Meteorites are a bit like fruitcake: pieces of ore joined by a stone matrix. These mineral inclusions may contain some fascinating insights into the solar system, but now scientists have found something they had never seen before.
In a meteorite recovered from Antarctica in 2002, there is a small, old strip of kite building blocks: enclosed, according to researchers, like an insect in amber.
The meteorite is called LaPaz Icefield 02342 (LAP 02342 for short), and is a type of meteorite known as carbonaceous chondrite.
Meteorites come in a variety of types, separated from larger pieces of space rock such as asteroids or even planets, and sent through space until they collide with Earth, after surviving the often explosive effects of entry to the Earth. atmosphere.
Its composition can vary, and that is used for meteorite clbadification. Carbonaceous chondrites are among the most primitive, thought to originate from the asteroids that formed about 4.5 billion years ago, when the solar system was also forming, beyond the orbital range of Jupiter.
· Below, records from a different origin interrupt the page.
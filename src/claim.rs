//! What is claimed about an approximation.

pub mod model;
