//! The audit file: reading it, checking it, and saying where it is wrong.

pub mod diagnostic;
pub mod document;
pub mod file;
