#[test]
fn every_polynomial_basis_has_the_value_of_its_definition() {
    // Each of these is 1 + 2t + 3t^2 in a local variable t, evaluated at x = 3 on [1, 5].
    for (basis, expected) in [
        (
            "basis = \"power\"\nvariable = \"x\"\norder = \"ascending\"\n",
            "34",
        ),
        (
            "basis = \"power\"\nvariable = \"x-left\"\norder = \"ascending\"\n",
            "17",
        ),
        (
            "basis = \"power\"\nvariable = \"unit\"\norder = \"ascending\"\n",
            "2.75",
        ),
        (
            "basis = \"power\"\nvariable = \"centred\"\norder = \"ascending\"\n",
            "1",
        ),
        (
            "basis = \"power\"\nvariable = \"centred\"\norder = \"descending\"\n",
            "3",
        ),
        (
            "basis = \"power\"\nvariable = { origin = \"2\", scale = \"1/3\" }\n\
             order = \"ascending\"\n",
            "34",
        ),
        // x + 2x^3 + 3x^5 and 1 + 2x^2 + 3x^4.
        (
            "basis = \"power\"\nvariable = \"x\"\norder = \"ascending\"\nparity = \"odd\"\n",
            "786",
        ),
        (
            "basis = \"power\"\nvariable = \"x\"\norder = \"ascending\"\nparity = \"even\"\n",
            "262",
        ),
        // At the centre T_0 = 1, T_1 = 0, T_2 = -1.
        (
            "basis = \"chebyshev\"\nfirst = \"full\"\norder = \"ascending\"\n",
            "-2",
        ),
        (
            "basis = \"chebyshev\"\nfirst = \"halved\"\norder = \"ascending\"\n",
            "-2.5",
        ),
        (
            "basis = \"chebyshev\"\nfirst = \"full\"\norder = \"descending\"\n",
            "2",
        ),
        (
            "basis = \"chebyshev\"\nfirst = \"full\"\norder = \"ascending\"\n\
             variable = { origin = \"3\", scale = \"7\" }\n",
            "-2",
        ),
        // (1/4) 1 + (1/2) 2 + (1/4) 3.
        ("basis = \"bernstein\"\n", "2"),
    ] {
        let file = with_approximant(&format!(
            "{basis}pieces = [{{ on = [\"1\", \"5\"], coefficients = [\"1\", \"2\", \"3\"] }}]"
        ));
        assert_eq!(value(&pieces(&file)[0], "3"), number(expected), "{basis}");
        assert!(matches!(&pieces(&file)[0].stored, Stored::Coefficients(list) if list.len() == 3));
    }
}
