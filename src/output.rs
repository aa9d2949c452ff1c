//! What a person or a program reads of a result. Everything here is made from certificates.

pub mod json;
pub mod text;
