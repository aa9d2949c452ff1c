//! The certificate: its data model and its canonical bytes.

pub mod build;
pub mod canonical;
pub mod model;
Comets were also formed from the same protoplanetary disk of dust and gas that surrounded the newborn Sun, but much farther than the asteroids, so its composition is different. They have much more water ice: that is what the famous tail creates when they approach the Sun. And they have much more carbon.
The team was not really looking for cometary trifles. Meteorites are a kind of time capsule for the early Solar System, rich in presolar grains, and information on the heating and chemical processes present during the formation of the system.
But the giblets of the comet are what they have.
(Larry Nittler / Carnegie Institution for Science)
"When I saw the first electronic images of the carbon-rich material," said cosmochemist Jemma Davidson of Arizona State University, "I knew we were seeing something very strange, it was one of those exciting times for those who live as a scientist."
That tiny carbon-rich splinter, measuring only a tenth of a millimeter, had strong similarities to interplanetary dust particles and micrometeorites that are thought to have originated in comets that formed in the Kuiper Belt in the icy neighborhoods of the Solar System.
The team performed an isotopic badysis of the splinter and concluded that it probably formed in the same place and in the same way.
Its inclusion in a meteorite suggests that it must have migrated inward from this initial position, slowly approaching the Sun until it reached the region where the carbonaceous chondrites formed.
Then, about 3 to 3.5 million years after the formation of the Solar System, this microscopic splinter somehow, perhaps through a collision, was incorporated into the asteroid that would fragment to produce LAP 02342.
The butte of the comet has opened a window to the dynamics and chemistry of the primitive Solar System, and the chemistry of the protoplanetary disk at various distances.
"Because this sample of cometary building block material was swallowed up by an asteroid and conserved within this meteorite, it was protected from the ravages of entry into Earth's atmosphere," said cosmochemist Larry Nittler of the Carnegie Institute. for Science.
"He gave us a look at the material that would not have survived to reach the surface of our planet by itself, helping us to understand the chemistry of the primitive solar system."
The research has been published in. Nature astronomy.